本研究全面采用CMG(Computer Modelling Group)软件系列进行数值模拟研究:

1. CMG STARS

  • 作为主要模拟器进行多相流数值模拟
  • 构建一维实验室尺度模型(75个网格块)和三维储层尺度模型(40×40×5网格,共8,000个网格块)
  • 模拟纳米流体注入、CO₂注入及交替注入过程
  • 采用Petronas AFM(纳米颗粒)向导模块自动集成纳米颗粒吸附、纳米流体-油相对渗透率及渗透率伤害模拟

2. CMG CMOST

  • 用于三相相对渗透率的确定和优化,通过调整气相相对渗透率实现与实验结果的最佳匹配
  • 用于确定纳米颗粒聚集和沉降反应速率的放大系数(从实验室尺度放大到储层尺度)

3. CMG WinProp

  • 确定储层条件下CO₂在水中的平衡常数
  • 基于文献中SiO₂纳米流体比纯水多吸收21% CO₂的数据,调整平衡常数以考虑纳米流体对CO₂溶解度的增强效应

4. CMG Builder

  • 用于前处理模型构建
  • 利用Petronas AFM(Nanoparticle)Wizard设置纳米颗粒吸附、渗透率伤害等关键参数

结论

  1. 段塞尺寸优化:较大段塞尺寸(0.3-0.4 HCPV)导致NWAG注入初期原油采收率较低;段塞尺寸小于0.2 HCPV未带来明显改善,因此0.2 HCPV为最优选择。
  2. NWAG比例优化:较高纳米流体比例(3:1, 2:1)或较高气体比例(1:2, 1:3)相比平衡的1:1 NWAG比例产生较差的原油生产性能。1:1比例通过适当数量的纳米流体注入,协同实现了控制气体流动性和改变润湿性的双重作用。
  3. 纳米颗粒浓度:较高浓度(0.5wt%)导致更快的岩石表面吸附和更高的纳米流体粘度,从而提高了原油生产性能,但浓度超过0.25wt%后效果提升趋缓。
  4. CO₂封存能力:较大的段塞尺寸和较高的气体比例由于可实现更高的捕集气体饱和度,从而在砂岩储层中实现更高的CO₂封存能力。
  5. 推荐作业方案:在所述储层条件下,建议采用段塞尺寸0.2 HCPV、NWAG比例1:1、纳米颗粒浓度0.5wt%的参数组合,进行9个循环(约10年3个月),以实现最佳的原油采收和CO₂封存效果。

研究局限性:本研究基于一维岩心驱替实验的放大模型,对于储层尺度的模拟精度和可信度有待通过实际现场数据的进一步验证。

作者单位

日本秋田大学国际资源科学学院地球资源工程与环境科学系

Abstract

Water-based nanofluid alternating gas (NWAG) injection is a promising approach for enhancing oil recovery in carbonate and sandstone reservoirs.
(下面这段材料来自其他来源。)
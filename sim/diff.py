"""A/B comparison of two variants of a patch: pitch shift, level change, timbre change.

:func:`diff` is the library entry point behind ``halfrail diff``.  It renders two
patches with the same :class:`~sim.render.RenderOptions` (so both start at power-on,
keep the same stretch after ``settle`` and share one time grid), compares the
listening signal and every probe present in both, and writes three files into the
output folder:

- ``<stem>.diff.json``: ``{"a": REPORT, "b": REPORT, "listen": CHANGE, "probes": {NET:
  CHANGE}, ...}`` where REPORT is a full render report (see :func:`sim.render.render`)
  and CHANGE is ``{"cents", "db", "harmonics_db"}`` (:func:`compare_measures`);
- ``<stem>.diff.png``: per compared probe, A and B overlaid over the same times;
- ``<stem>.diff.wav``: A, then ``GAP_SECONDS`` of silence, then B, both scaled by the
  same fixed full-scale voltage (never normalised one by one), so a level change is
  heard as it is.

``<stem>`` is the patch name, or ``<A name>-vs-<B name>`` when two files with
different names are compared.  :func:`load_pair` builds the two variants from one or
two files and their overrides.
"""

from __future__ import annotations

import math
import os
from collections.abc import Sequence
from dataclasses import dataclass, field
from pathlib import Path

import numpy as np

from sim import audio, plots
from sim.canvas import Pen
from sim.errors import PatchError
from sim.fileio import write_json
from sim.patch import Patch, load_patch, parse_override
from sim.render import (PLOT_MIN_SECONDS, PLOT_NO_PITCH_SECONDS, PLOT_PERIODS,
                        Rendered, RenderOptions, listen_label, render)

#: Cents per octave: a cent is 1/1200 of an octave (definition of the cent), so a
#: frequency ratio r is 1200 * log2(r) cents.
CENTS_PER_OCTAVE = 1200.0

#: Silence between A and B in the A-then-B WAV, in seconds: long enough for the ear
#: to hear two separate sounds (and for a room's echo of A to die away), short
#: enough that A is still fresh in memory when B starts.
GAP_SECONDS = 0.5

#: Line styles of A and B in the overlay plot: A solid, B dashed, so the two read
#: apart where they overlap and in greyscale print; 1.5 pixels wide, a little wider than
#: a single trace, so the dashes of B read as dashes.
A_STYLE = Pen(plots.TRACE_COLOURS[0], 1.5)
B_STYLE = Pen(plots.TRACE_COLOURS[1], 1.5, "dashed")

#: Sides of a comparison, in the order the WAV plays them.
SIDES = ("a", "b")


@dataclass
class Diffed:
    """What a diff produced: the report (as written to JSON), the files, both renders."""

    report: dict
    a: Rendered
    b: Rendered
    paths: list[Path] = field(default_factory=list)

    @property
    def summary(self) -> str:
        """One line such as ``pitch +2.24 cents, level -0.30 dB at tri``."""
        return change_text(self.report["listen"], self.report["listen_label"])


def cents_between(freq_a_hz: float | None, freq_b_hz: float | None) -> float | None:
    """Pitch of B relative to A in cents, ``1200 log2(fb / fa)``; None if either is None."""
    if not freq_a_hz or not freq_b_hz:
        return None
    return CENTS_PER_OCTAVE * math.log2(freq_b_hz / freq_a_hz)


def db_between(rms_a_volts: float, rms_b_volts: float) -> float | None:
    """Level of B relative to A in dB, ``20 log10(rms_b / rms_a)``; None if either is 0."""
    if not (rms_a_volts > 0.0 and rms_b_volts > 0.0):
        return None
    return 20.0 * math.log10(rms_b_volts / rms_a_volts)


def compare_measures(a: dict, b: dict) -> dict:
    """The change from measures ``a`` to measures ``b`` (:func:`sim.measure.measure_signal` dicts).

    Returns ``{"cents"``: pitch shift of B relative to A (None when either has no
    steady pitch), ``"db"``: level change of the AC RMS in dB (None when either is
    silent), ``"harmonics_db"``: per harmonic 1..10, B's level relative to its
    fundamental minus A's, in dB (the change of timbre; element 0 is 0.0; None for
    a harmonic either lacks; the whole list is None when either has no pitch)``}``.
    """
    harmonics = None
    if a["harmonics_db"] is not None and b["harmonics_db"] is not None:
        harmonics = [None if la is None or lb is None else lb - la
                     for la, lb in zip(a["harmonics_db"], b["harmonics_db"])]
    return {"cents": cents_between(a["freq_hz"], b["freq_hz"]),
            "db": db_between(a["rms"], b["rms"]),
            "harmonics_db": harmonics}


def _signed(value: float) -> str:
    """``+2.24`` / ``-0.30``, two decimals; a change that rounds to zero reads ``+0.00``."""
    return f"{value if round(value, 2) else 0.0:+.2f}"


def shift_text(change: dict) -> str:
    """``pitch +2.24 cents, level -0.30 dB`` (``no steady pitch`` / ``silent`` when None)."""
    pitch = ("no steady pitch" if change["cents"] is None
             else f"pitch {_signed(change['cents'])} cents")
    level = "silent" if change["db"] is None else f"level {_signed(change['db'])} dB"
    return f"{pitch}, {level}"


def change_text(change: dict, where: str) -> str:
    """``pitch +2.24 cents, level -0.30 dB at tri``: :func:`shift_text` at a net."""
    return f"{shift_text(change)} at {where}"


def describe_variant(patch: Patch) -> str:
    """``tri-square.yaml`` or ``tri-square.yaml with C1.value=18n``: how a variant was made."""
    name = os.path.basename(patch.path)
    return f"{name} with {', '.join(patch.overrides)}" if patch.overrides else name


def _apply(base: Patch, overrides: Sequence[str], side: str, display: str) -> Patch:
    """``base`` with ``"REF.param=value"`` overrides; errors name the side and the override.

    ``display`` is the file name as the user gave it (for messages).
    """
    if not overrides:
        return base
    requests: dict[str, str] = {}
    for text in overrides:
        try:
            ref, param, raw = parse_override(text)
        except ValueError as error:
            raise PatchError(f"{side.upper()} override {text}: {error}", file=display) from error
        requests[f"{ref}.{param}"] = raw
    try:
        return base.variant(requests)
    except PatchError as error:
        raise PatchError(f"{side.upper()} {error.detail}", file=error.file, line=error.line,
                         part=error.part) from error


def load_pair(path_a: str | os.PathLike, path_b: str | os.PathLike | None = None,
              overrides_a: Sequence[str] = (), overrides_b: Sequence[str] = ()
              ) -> tuple[Patch, Patch]:
    """Load the two variants to compare.

    With one file (``path_b`` None) both are variants of it: A with ``overrides_a``,
    B with ``overrides_b`` (``"REF.param=value"`` strings), each on top of the file
    as written.  With two files, A is ``path_a`` with ``overrides_a`` and B is
    ``path_b`` with ``overrides_b``.  Raises PatchError naming the file and the
    override (``B override C9.value=1n: no part C9 ...``).
    """
    base_a = load_patch(path_a)
    base_b = base_a if path_b is None else load_patch(path_b)
    display_b = os.fspath(path_a if path_b is None else path_b)
    return (_apply(base_a, overrides_a, "a", os.fspath(path_a)),
            _apply(base_b, overrides_b, "b", display_b))


def output_stem(patch_a: Patch, patch_b: Patch) -> str:
    """File stem of a diff: the patch name, or ``A-vs-B`` when the names differ."""
    if patch_a.name == patch_b.name:
        return patch_a.name
    return f"{patch_a.name}-vs-{patch_b.name}"


def ab_samples(a: Rendered, b: Rendered, opts: RenderOptions) -> tuple[np.ndarray, list[dict]]:
    """Audio samples of A, ``GAP_SECONDS`` of silence, then B; shape ``(na + gap + nb,)``.

    Each side goes through the render's own steps (:func:`sim.audio.decimate` and
    :func:`sim.audio.to_wav_samples`: DC removal, fades, clipping counted) with the
    same ``opts.full_scale_volts`` and never normalised, so the two halves keep their
    relative loudness.  Returns the samples and the two ``info`` dicts (A, B).
    """
    parts, infos = [], []
    for rendered in (a, b):
        listen_audio = rendered.audio_volts
        samples, info = audio.to_wav_samples(listen_audio, full_scale_volts=opts.full_scale_volts,
                                             normalize=False, rate_hz=opts.rate_hz)
        parts.append(samples)
        infos.append(info)
    gap = np.zeros(int(round(GAP_SECONDS * opts.rate_hz)))
    return np.concatenate([parts[0], gap, parts[1]]), infos


def overlay_plot(path: str | os.PathLike, times_s, traces: dict, title: str,
                 subtitle: str | None = None) -> None:
    """One panel per net with A and B overlaid over a shared time axis in ms.

    ``times_s``: shape ``(n,)`` seconds (both sides share it); ``traces``: net ->
    ``(volts_a, volts_b, label_a, label_b)`` with volts of shape ``(n,)``.  Sized and
    styled like :func:`sim.plots.waveform_plot` (A solid, B dashed, a legend above
    each panel so it never hides a trace).
    """
    if not traces:
        raise ValueError("overlay_plot needs at least one net")
    plots.stacked_plot(path, times_s, {
        net: [(volts_a, label_a, A_STYLE), (volts_b, label_b, B_STYLE)]
        for net, (volts_a, volts_b, label_a, label_b) in traces.items()}, title, subtitle)


def _plot_seconds(report_a: dict, report_b: dict) -> float:
    """Shown span: ``PLOT_PERIODS`` periods of the lower of the two pitches."""
    freqs = [r["listen"]["freq_hz"] for r in (report_a, report_b) if r["listen"]["freq_hz"]]
    if not freqs:
        return PLOT_NO_PITCH_SECONDS
    return max(PLOT_MIN_SECONDS, PLOT_PERIODS / min(freqs))


def _freq_text(measures: dict) -> str:
    return f"{measures['freq_hz']:.2f} Hz" if measures["freq_hz"] else "no steady pitch"


def diff(patch_a: Patch, patch_b: Patch, out_dir: str | os.PathLike = "renders",
         opts: RenderOptions | None = None, write: bool = True) -> Diffed:
    """Render A and B with the same ``opts`` and compare them (see the module docstring).

    With ``write=False`` nothing is written (the report and both renders are still
    returned).  The report's ``"probes"`` holds the nets probed in both, in A's order.
    """
    opts = opts or RenderOptions()
    opts.check()
    a = render(patch_a, out_dir, opts, write=False)
    b = render(patch_b, out_dir, opts, write=False)
    report_a, report_b = a.report, b.report
    shared = [net for net in patch_a.probes if net in patch_b.probes]
    label_a, label_b = listen_label(patch_a), listen_label(patch_b)
    where = label_a if label_a == label_b else f"{label_a} / {label_b}"
    samples, infos = ab_samples(a, b, opts)
    report = {
        "a": report_a,
        "b": report_b,
        "listen": compare_measures(report_a["listen"], report_b["listen"]),
        "probes": {net: compare_measures(report_a["probes"][net], report_b["probes"][net])
                   for net in shared},
        "listen_label": where,
        "variants": {"a": describe_variant(patch_a), "b": describe_variant(patch_b)},
        "warnings": [f"{side.upper()}: {warning}" for side, rep in zip(SIDES, (report_a, report_b))
                     for warning in rep["warnings"]],
        "audio": {"full_scale_volts": opts.full_scale_volts, "gap_seconds": GAP_SECONDS,
                  "order": list(SIDES),
                  **{side: info for side, info in zip(SIDES, infos)}},
    }
    result = Diffed(report=report, a=a, b=b)
    if not write:
        return result

    out = Path(out_dir)
    out.mkdir(parents=True, exist_ok=True)
    stem = output_stem(patch_a, patch_b)
    base = out / f"{stem}.diff"
    wav = Path(f"{base}.wav")
    audio.write_wav(wav, samples, opts.rate_hz)

    png = Path(f"{base}.png")
    shown = a.times < a.times[0] + _plot_seconds(report_a, report_b)
    if shared:
        traces = {net: (a.signals[net][shown], b.signals[net][shown],
                        f"A {_freq_text(report_a['probes'][net])}",
                        f"B {_freq_text(report_b['probes'][net])}  "
                        f"({shift_text(report['probes'][net])})")
                  for net in shared}
    else:
        traces = {where: (a.listen[shown], b.listen[shown],
                          f"A {_freq_text(report_a['listen'])}",
                          f"B {_freq_text(report_b['listen'])}")}
    title = f"{stem}: B vs A, {result.summary}"
    subtitle = (f"A: {report['variants']['a']};  B: {report['variants']['b']};  "
                f"from {opts.settle * 1e3:g} ms after power-on")
    overlay_plot(png, a.times[shown] - opts.settle, traces, title, subtitle)

    js = Path(f"{base}.json")
    write_json(js, report)
    result.paths = [wav, png, js]
    return result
The NWAG injection performance is influenced by multiple parameters, which necessitates sensitivity analysis using computer simulation. NWAG simulations have been reported for carbonate reservoirs. However, in sandstone, the NWAG method has only been studied through laboratory experiments. This study aims to investigate the reliability of the NWAG method in sandstone on a large scale by making a simulation and performing sensitivity analysis for the slug size, NWAG ratio, and nanoparticle concentration in a three-dimensional model of a sandstone reservoir. Silica nanofluid and CO2 were chosen to investigate oil recovery and CO2 storage performance during NWAG injection. A reservoir-scale model was constructed by upscaling a laboratory-validated one-dimensional model based on a core flooding experiment. Subsequently, several simulations were performed to determine the effects of each parameter. Results indicated that a slug size of 0.2 hydrocarbon pore volume, NWAG ratio of 1:1, and nanoparticle concentration of 0.5 wt% resulted in the fastest oil recovery. Moreover, results suggested that nanofluid plays two equally important roles, controlling gas mobility and altering rock wettability, and focusing only on one aspect leads to inferior results. For CO2 storage, larger slug sizes and higher gas ratios resulted in greater CO2 storage but at the expense of longer operation time for the same amount of oil produced. Overall, the study findings demonstrate that by using the right parameters, NWAG injection can be effective for simultaneous oil recovery and CO2 storage in sandstone reservoirs.